C5W2A2 Emojify V2

Hi All,
How is the output of the second LSTM contracted / shrinked from ten words to one value? I mean the following:

  • the input to the second LSTM is (None, 10, 128) where 10 is the maximum number of words per sentence
  • the output, however, is (None, 128)
    Seems like there’s one value created out from 10 words. If so, what is the rule?

1 Like

Does reading about return_sequences from here help?

Hi, it does give a hint :slight_smile: I will keep on reading what return sequences are.
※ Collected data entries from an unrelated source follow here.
/**
 * JSON Lines and JSON array exports. Nested objects are reached with dotted
 * paths (`ticket.body`), every element of an array with `[]` after its name
 * (`ticket.comments[].body`: the body of every comment, joined with blank
 * lines; `tags[]`: every tag); `fields` holds the top-level keys, every value that
 * is not a string written as JSON (`null` and missing values as `''`).
 * Object keys are read as own properties only, so keys such as `__proto__`
 * or `constructor` are ordinary columns.
 *
 * @module
 */
import type { Skipped } from '../types.js';
import { UsageError, show } from '../util/errors.js';
import { InputSkip } from './decode.js';
import { chooseColumns, RowCollector, type ExportColumns } from './table.js';
import type { CsvReadOptions, ExportRead } from './csv.js';
import { cslReferences, looksLikeCslJson, referenceRows } from './references.js';

/** The column options the JSON readers use (those of CSV minus the delimiter). */
export type JsonReadOptions = Omit<CsvReadOptions, 'delimiter'>;

/** Documents, warnings and the rows that were not objects or not JSON. */
export interface JsonRead extends ExportRead {
  readonly skipped: Skipped[];
}

/** A JSON object as parsed. */
export type JsonObject = Record<string, unknown>;

interface JsonRow {
  readonly obj: JsonObject;
  readonly row: number;
}

/** How deep nested objects are searched for dotted paths. */
const MAX_DEPTH = 8;

/**
 * Rows nested deeper than this (objects and arrays counted alike) are
 * skipped: writing their cells back as JSON (`JSON.stringify`) would
 * overflow the call stack. Real exports nest a handful of levels.
 */
export const MAX_NESTING = 256;

/** Reason a row nested past {@link MAX_NESTING} is skipped with. */
export const TOO_DEEP = `nested deeper than ${MAX_NESTING} levels`;

/** True when `v` nests objects or arrays deeper than `limit` levels (checked without recursion). */
export function nestedDeeper(v: unknown, limit: number = MAX_NESTING): boolean {
  const stack: unknown[] = [v];
  const depths: number[] = [1];
  while (stack.length > 0) {
    const x = stack.pop();
    const d = depths.pop() as number;
    if (typeof x !== 'object' || x === null) continue;
    if (d > limit) return true;
    const children = Array.isArray(x) ? x : Object.values(x as JsonObject);
    for (const c of children) {
      if (typeof c === 'object' && c !== null) {
        stack.push(c);
        depths.push(d + 1);
      }
    }
  }
  return false;
}

/** True for a JSON object (not null, not an array). */
export function isObject(v: unknown): v is JsonObject {
  return typeof v === 'object' && v !== null && !Array.isArray(v);
}

function own(obj: JsonObject, key: string): unknown {
  return Object.prototype.hasOwnProperty.call(obj, key) ? obj[key] : undefined;
}

/** A JSON value as a cell: strings as they are, `null`/missing as `''`, anything else as JSON. */
export function jsonCell(v: unknown): string {
  if (v === undefined || v === null) return '';
  if (typeof v === 'string') return v;
  return JSON.stringify(v) ?? '';
}

/** A step of a key path: an own key, or `null` for "every element of an array" (`[]` in the path). */
export type Step = string | null;

/**
 * Every key path of the rows added, in first-seen order, with the steps it
 * stands for: dotted paths into nested objects, `[]` for every element of an
 * array. The columns {@link chooseColumns} picks from.
 */
export class PathIndex {
  /** Each key path and its steps (an own key, or `null` for every element of an array). */
  readonly keys = new Map<string, readonly Step[]>();
  /** The top-level keys, in first-seen order (the `fields` of a row). */
  readonly top: string[] = [];
  private readonly topSeen = new Set<string>();
  private readonly leaves = new Set<string>();

  /** Adds one row's key paths. */
  add(obj: JsonObject): void {
    for (const k of Object.keys(obj)) {
      if (!this.topSeen.has(k)) {
        this.topSeen.add(k);
        this.top.push(k);
      }
    }
    this.walk(obj, '', [], 0);
  }

  private path(p: string, steps: readonly Step[]): readonly Step[] {
    let ks = this.keys.get(p);
    if (ks === undefined) {
      // First seen wins when two key paths read the same dotted ({"a.b": 1} and {"a": {"b": 1}}).
      ks = steps;
      this.keys.set(p, ks);
    }
    return ks;
  }

  private walk(obj: JsonObject, prefix: string, steps: readonly Step[], depth: number): void {
    for (const k of Object.keys(obj)) {
      const p = prefix === '' ? k : `${prefix}.${k}`;
      const ks = this.path(p, [...steps, k]);
      this.value(obj[k], p, ks, depth);
    }
  }

  private value(v: unknown, p: string, ks: readonly Step[], depth: number): void {
    if (isObject(v)) {
      if (depth + 1 < MAX_DEPTH) this.walk(v, p, ks, depth + 1);
      return;
    }
    this.leaves.add(p);
    if (Array.isArray(v) && v.length > 0 && depth + 1 < MAX_DEPTH) {
      // `p[]`: every element; its objects' keys are reached as `p[].key`.
      const each = `${p}[]`;
      const eks = this.path(each, [...ks, null]);
      let primitive = false;
      for (const el of v) {
        // Only objects and arrays are walked: an array of a million numbers costs a type check each.
        if (typeof el === 'object' && el !== null) this.value(el, each, eks, depth + 1);
        else primitive = true;
      }
      if (primitive) this.leaves.add(each);
    }
  }

  /** The names offered for text, id and title. */
  columns(): ExportColumns {
    const accepted = [...this.keys.keys()];
    return { accepted, listed: accepted.filter((p) => this.leaves.has(p)), top: this.top };
  }
}

/** The value at `steps`: one value, or (a path with `[]`) the list of every value reached (missing ones left out). */
function lookup(obj: JsonObject, steps: readonly Step[]): unknown {
  if (steps.includes(null)) {
    const out: unknown[] = [];
    gather(obj, steps, 0, out);
    return out;
  }
  let v: unknown = obj;
  for (const k of steps) {
    if (!isObject(v)) return undefined;
    v = own(v, k as string);
  }
  return v;
}

/** Pushes onto `out` every value reached from `v` by `steps[i…]` (recursion depth at most the path's length). */
function gather(v: unknown, steps: readonly Step[], i: number, out: unknown[]): void {
  if (i === steps.length) {
    if (v !== undefined) out.push(v);
    return;
  }
  const k = steps[i] as Step;
  if (k === null) {
    if (Array.isArray(v)) for (const el of v) gather(el, steps, i + 1, out);
  } else if (isObject(v)) {
    gather(own(v, k), steps, i + 1, out);
  }
}

/** A value as text parts: every element's cell for a path with `[]`, else the one cell. */
function cells(v: unknown, many: boolean): string[] {
  return many ? (v as unknown[]).map(jsonCell) : [jsonCell(v)];
}

/** The columns chosen from a {@link PathIndex}, as steps, and what `fields` holds: see {@link jsonColumns}. */
export interface JsonColumns {
  readonly textKeys: readonly (readonly Step[])[];
  readonly idKeys: readonly Step[] | null;
  readonly titleKeys: readonly Step[] | null;
  /** The top-level keys a row's `fields` hold. */
  readonly top: readonly string[];
  /** The id's key when it is a top-level key (left out of `fields`). */
  readonly idTop: string | null;
  /** The title column when it was guessed. */
  readonly titleColumn?: string;
}

/**
 * The text, id and title columns of a JSON export chosen from the key paths
 * of its rows ({@link chooseColumns}; throws its `UsageError` for a named
 * column no row has, and one for an id path with `[]`). Shared by the
 * whole-export readers and the streamed rows of `assign --stream`.
 */
export function jsonColumns(index: PathIndex, name: string, options: JsonReadOptions): JsonColumns {
  const chosen = chooseColumns(name, index.columns(), options);
  const keysOf = (p: string): readonly Step[] => index.keys.get(p) as readonly Step[];
  const idKeys = chosen.id === null ? null : keysOf(chosen.id);
  if (idKeys !== null && idKeys.includes(null)) {
    throw new UsageError(`--id takes one value per row; ${show(chosen.id)} names every element of an array`, 'id');
  }
  return {
    textKeys: chosen.text.map(keysOf),
    idKeys,
    titleKeys: chosen.title === null ? null : keysOf(chosen.title),
    top: index.top,
    idTop: idKeys !== null && idKeys.length === 1 ? (idKeys[0] as string) : null,
    ...(chosen.titleGuessed && chosen.title !== null ? { titleColumn: chosen.title } : {}),
  };
}

/**
 * Adds one JSON row (row `row`, 1-based) to `collector`: id, text parts and
 * title from the chosen paths, the top-level keys but the id's in `fields`.
 * The per-row step of the JSON readers and of `assign --stream`.
 */
export function addJsonRow(collector: RowCollector, cols: JsonColumns, obj: JsonObject, row: number): void {
  const { textKeys, idKeys, titleKeys, idTop } = cols;
  const fields = new Map<string, string>();
  for (const k of cols.top) if (k !== idTop) fields.set(k, jsonCell(own(obj, k)));
  const idValue = idKeys === null ? undefined : lookup(obj, idKeys);
  // A path with [] joins every element's value (blank lines between, as for several text columns); a title takes the first non-blank one.
  const title = titleKeys === null ? undefined : cells(lookup(obj, titleKeys), titleKeys.includes(null)).find((t) => t.trim() !== '') ?? '';
  collector.add(
    row,
    idValue === undefined || idValue === null ? undefined : jsonCell(idValue),
    textKeys.flatMap((ks) => cells(lookup(obj, ks), ks.includes(null))),
    title,
    fields,
  );
}

function buildDocs(rows: readonly JsonRow[], name: string, options: JsonReadOptions): { docs: ExportRead['docs']; warnings: string[]; titleColumn?: string } {
  const index = new PathIndex();
  for (const r of rows) index.add(r.obj);
  const cols = jsonColumns(index, name, options);
  const collector = new RowCollector(name, cols.idKeys === null);
  for (const { obj, row } of rows) addJsonRow(collector, cols, obj, row);
  const out = { docs: collector.docs, warnings: collector.warnings() };
  return cols.titleColumn !== undefined ? { ...out, titleColumn: cols.titleColumn } : out;
}

/**
 * Reads JSON Lines: one object per line; blank lines are ignored. A line
 * that is not valid JSON, or not an object, is skipped (source `name:line`)
 * and still takes its row number, so fixing it later does not renumber the
 * rows after it.
 */
export async function readJsonLines(chunks: AsyncIterable<string>, name: string, options: JsonReadOptions): Promise<JsonRead> {
  const rows: JsonRow[] = [];
  const skipped: Skipped[] = [];
  let carry = '';
  let lineNo = 0;
  let row = 0;
  const line = (raw: string): void => {
    lineNo++;
    const s = raw.endsWith('\r') ? raw.slice(0, -1) : raw;
    if (s.trim() === '') return;
    row++;
    let v: unknown;
    try {
      v = JSON.parse(s);
    } catch {
      skipped.push({ source: `${name}:${lineNo}`, reason: 'not valid JSON' });
      return;
    }
    if (!isObject(v)) {
      skipped.push({ source: `${name}:${lineNo}`, reason: `not a JSON object (${describe(v)})` });
      return;
    }
    if (nestedDeeper(v)) {
      skipped.push({ source: `${name}:${lineNo}`, reason: TOO_DEEP });
      return;
    }
    rows.push({ obj: v, row });
  };
  for await (const chunk of chunks) {
    const s = carry + chunk;
    let start = 0;
    for (let nl = s.indexOf('\n'); nl !== -1; nl = s.indexOf('\n', start)) {
      line(s.slice(start, nl));
      start = nl + 1;
    }
    carry = s.slice(start);
  }
  if (carry !== '') line(carry);
  const warnings: string[] = [];
  if (row === 0) {
    warnings.push(`${name} has no rows`);
    return { docs: [], warnings, skipped };
  }
  if (rows.length === 0) return { docs: [], warnings, skipped, rowsSeen: row };
  const built = buildDocs(rows, name, options);
  return { ...built, warnings: [...warnings, ...built.warnings], skipped, rowsSeen: row };
}

function describe(v: unknown): string {
  if (v === null) return 'null';
  if (Array.isArray(v)) return 'an array';
  if (typeof v === 'object') return 'an object';
  if (typeof v === 'boolean') return 'a boolean';
  return `a ${typeof v}`;
}

async function* once(s: string): AsyncGenerator<string, void, undefined> {
  yield s;
}

/**
 * Reads a JSON array of objects (rows numbered from 1; a CSL-JSON
 * reference list is read as references, see `references.ts`; an element that is
 * not an object is skipped as `name#row`). A file that starts with `{` and
 * is not one JSON value is read as JSON Lines, with a warning. Throws
 * {@link InputSkip} when the text is not JSON, not an array, or too large
 * for one string.
 */
export async function readJsonArray(chunks: AsyncIterable<string>, name: string, options: JsonReadOptions): Promise<JsonRead> {
  let text = '';
  try {
    for await (const chunk of chunks) text += chunk;
  } catch (err) {
    if (err instanceof RangeError) {
      throw new InputSkip('too large to read as one JSON array; write it as JSON Lines (one object per line)');
    }
    throw err;
  }
  let value: unknown;
  try {
    value = JSON.parse(text);
  } catch (err) {
    if (/^[\s\uFEFF]*\{/.test(text)) {
      const read = await readJsonLines(once(text), name, options);
      return { ...read, warnings: [`${name} is not one JSON value; read as JSON Lines (one object per line)`, ...read.warnings] };
    }
    const m = /at position (\d+)/.exec((err as Error).message);
    let where = '';
    if (m) {
      const before = text.slice(0, Number(m[1]));
      const lineStart = before.lastIndexOf('\n') + 1;
      where = ` (line ${before.split('\n').length}, column ${before.length - lineStart + 1})`;
    }
    throw new InputSkip(`not valid JSON${where}`);
  }
  if (!Array.isArray(value)) {
    throw new InputSkip(`not a JSON array of objects: it holds ${describe(value)}`);
  }
  // A CSL-JSON reference list (every item with type and id, some with author, issued or container-title).
  if (looksLikeCslJson(value)) return { ...referenceRows(name, cslReferences(value), [], options), skipped: [] };
  const rows: JsonRow[] = [];
  const skipped: Skipped[] = [];
  value.forEach((v: unknown, i) => {
    if (isObject(v) && nestedDeeper(v)) skipped.push({ source: `${name}#${i + 1}`, reason: TOO_DEEP });
    else if (isObject(v)) rows.push({ obj: v, row: i + 1 });
    else skipped.push({ source: `${name}#${i + 1}`, reason: `not a JSON object (${describe(v)})` });
  });
  if (value.length === 0) return { docs: [], warnings: [`${name} has no rows`], skipped };
  if (rows.length === 0) return { docs: [], warnings: [], skipped, rowsSeen: value.length };
  const built = buildDocs(rows, name, options);
  return { ...built, skipped, rowsSeen: value.length };
}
The info in the manual is pretty obscure… Thank you a lot!

1 Like

There is this comment in the template code:

# Propagate X trough another LSTM layer with 128-dimensional hidden state
# The returned output should be a single hidden state, not a batch of sequences.

Of course they misspelled “through” there (I’ll file a bug).

And then in the instructions later in the notebook under “What you should remember”, there is this statement:

* LSTM() has a flag called return_sequences to decide if you would like to return every hidden states or only the last one.

1 Like

By “the manual” I meant the tensorflow.org web page, not the comments in the Emojify assignment. For a lay person as myself “the last output in the output sequence” sounds like “the last sentence” or “the last word”. Thank you a lot.

1 Like

RIght, it just depends on what the elements of your sequence are. Depending on your application, it could be musical notes in a phrase or letters in a word or words in a sentence or sentences in a paragraph or paragraphs in a chapter or :nerd_face:

2 Likes

Like most technical documentation, the TensorFlow documents were written by experts, and only really make sense if you already know the material well enough that you don’t need to read the documents.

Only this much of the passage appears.